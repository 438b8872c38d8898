// SVG text helpers. Plot markup is assembled from numbers only; the one function that may put
// text into SVG is escapeXml. The text it receives is our own (axis units) or a number, except
// the margin marks' hover titles (plot/margin.ts), which quote acceptance sentences from results.
// SvgMarkup marks strings built this way so templates can inline them.

export type SvgMarkup = string & { readonly __svgFromNumbers: true };

export const asSvg = (markup: string): SvgMarkup => markup as SvgMarkup;

/** A coordinate with one decimal, no "-0", no exponent (px resolution is plenty). */
export function num(value: number): string {
  if (!Number.isFinite(value)) return '0';
  const rounded = Math.round(value * 10) / 10;
  return rounded === 0 ? '0' : String(rounded);
}

const XML_ESCAPES: Record<string, string> = { '&': '&amp;', '<': '&lt;', '>': '&gt;', '"': '&quot;', "'": '&#39;' };

/** Escapes text for SVG/XML content and attribute values. */
export function escapeXml(text: string): string {
  return text.replace(/[&<>"']/g, (c) => XML_ESCAPES[c]);
}

/** Label text for a number: up to `decimals` decimals, trailing zeros dropped, true minus sign. */
export { label } from '../../files/numberText.js';
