/** Loop time per tick as a histogram on a log axis, with the budget line; bars over it hatched. */
export function loopTimePlot(series: RunSeries): SvgMarkup {
  const lt = series.loopTime;
  const height = 100;
  const top = 6;
  const bottom = height - 18;
  const edge = (k: number) => lt.start_us * lt.ratio ** k;
  const first = lt.bins.length > 0 ? edge(lt.bins[0][0]) : lt.budget_us / 100;
  const last = lt.bins.length > 0 ? edge(lt.bins[lt.bins.length - 1][0] + 1) : lt.budget_us;
  const d0 = Math.log10(Math.min(first, lt.budget_us / 10));
  const d1 = Math.log10(Math.max(last, lt.budget_us * 2));
  // Clamped to 1 ns … 1000 s (the series validator's range), so no input can ask for endless decades.
  const lo = Math.max(-3, Math.min(8, Math.floor(d0)));
  const hi = Math.max(lo + 1, Math.min(9, Math.ceil(d1)));
  const x = linearScale(lo, hi, LEFT, PLOT_WIDTH - RIGHT);
  const maxCount = Math.max(1, ...lt.bins.map(([, c]) => c));
  const y = linearScale(0, maxCount, bottom, top);
  let under = '';
  let over = '';
  for (const [k, count] of lt.bins) {
    const a = x(Math.log10(edge(k)));
    const b = x(Math.log10(edge(k + 1)));
    const bar = `M${num(a)} ${num(bottom)}V${num(y(count))}H${num(Math.max(b, a + 0.8))}V${num(bottom)}Z`;
    if (edge(k) >= lt.budget_us) over += bar;
    else under += bar;
  }
  const budgetX = x(Math.log10(lt.budget_us));
  let out = open(PLOT_WIDTH, height, 'loop-time');
  out += `<path d="M${LEFT} ${bottom}H${PLOT_WIDTH - RIGHT}" stroke="${GRID}"/>`;
  out += `<path class="series" d="${under || `M${LEFT} ${bottom}h0`}" fill="#56B4E9" stroke="#2b6f96" stroke-width="0.5"/>`;
  if (over) out += `<path class="series over" d="${over}" fill="url(#hatch-over)" stroke="${SLIP_COLOUR}" stroke-width="0.6"/>`;
  out += `<path d="M${num(budgetX)} ${top - 2}V${bottom}" stroke="${SLIP_COLOUR}" stroke-width="1.4" stroke-dasharray="4 2"/>`;
  out += `<text x="${num(budgetX - 3)}" y="${top + 8}" text-anchor="end" class="budget">budget</text>`;
  for (let p = lo; p <= hi; p++) {
    const us = 10 ** p;
    const text = us >= 1e6 ? `${label(us / 1e6, 0)} s` : us >= 1e3 ? `${label(us / 1e3, 0)} ms` : `${label(us, 1)} µs`;
    const anchor = p === hi ? 'end' : p === lo ? 'start' : 'middle';
    out += `<path d="M${num(x(p))} ${bottom}v3" stroke="${INK}"/><text x="${num(x(p))}" y="${bottom + 12}" text-anchor="${anchor}">${text}</text>`;
  }
  return asSvg(out + '</svg>');
}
________________________
> _To do_: Print only the lines from the one with "let out = open(PLOT_WIDTH, height, 'loop-time');" to the end of the records, both included.

> _Expected answer_:
  let out = open(PLOT_WIDTH, height, 'loop-time');
  out += `<path d="M${LEFT} ${bottom}H${PLOT_WIDTH - RIGHT}" stroke="${GRID}"/>`;
  out += `<path class="series" d="${under || `M${LEFT} ${bottom}h0`}" fill="#56B4E9" stroke="#2b6f96" stroke-width="0.5"/>`;
  if (over) out += `<path class="series over" d="${over}" fill="url(#hatch-over)" stroke="${SLIP_COLOUR}" stroke-width="0.6"/>`;
  out += `<path d="M${num(budgetX)} ${top - 2}V${bottom}" stroke="${SLIP_COLOUR}" stroke-width="1.4" stroke-dasharray="4 2"/>`;
  out += `<text x="${num(budgetX - 3)}" y="${top + 8}" text-anchor="end" class="budget">budget</text>`;
  for (let p = lo; p <= hi; p++) {
    const us = 10 ** p;
    const text = us >= 1e6 ? `${label(us / 1e6, 0)} s` : us >= 1e3 ? `${label(us / 1e3, 0)} ms` : `${label(us, 1)} µs`;
    const anchor = p === hi ? 'end' : p === lo ? 'start' : 'middle';
    out += `<path d="M${num(x(p))} ${bottom}v3" stroke="${INK}"/><text x="${num(x(p))}" y="${bottom + 12}" text-anchor="${anchor}">${text}</text>`;
  }
  return asSvg(out + '</svg>');
}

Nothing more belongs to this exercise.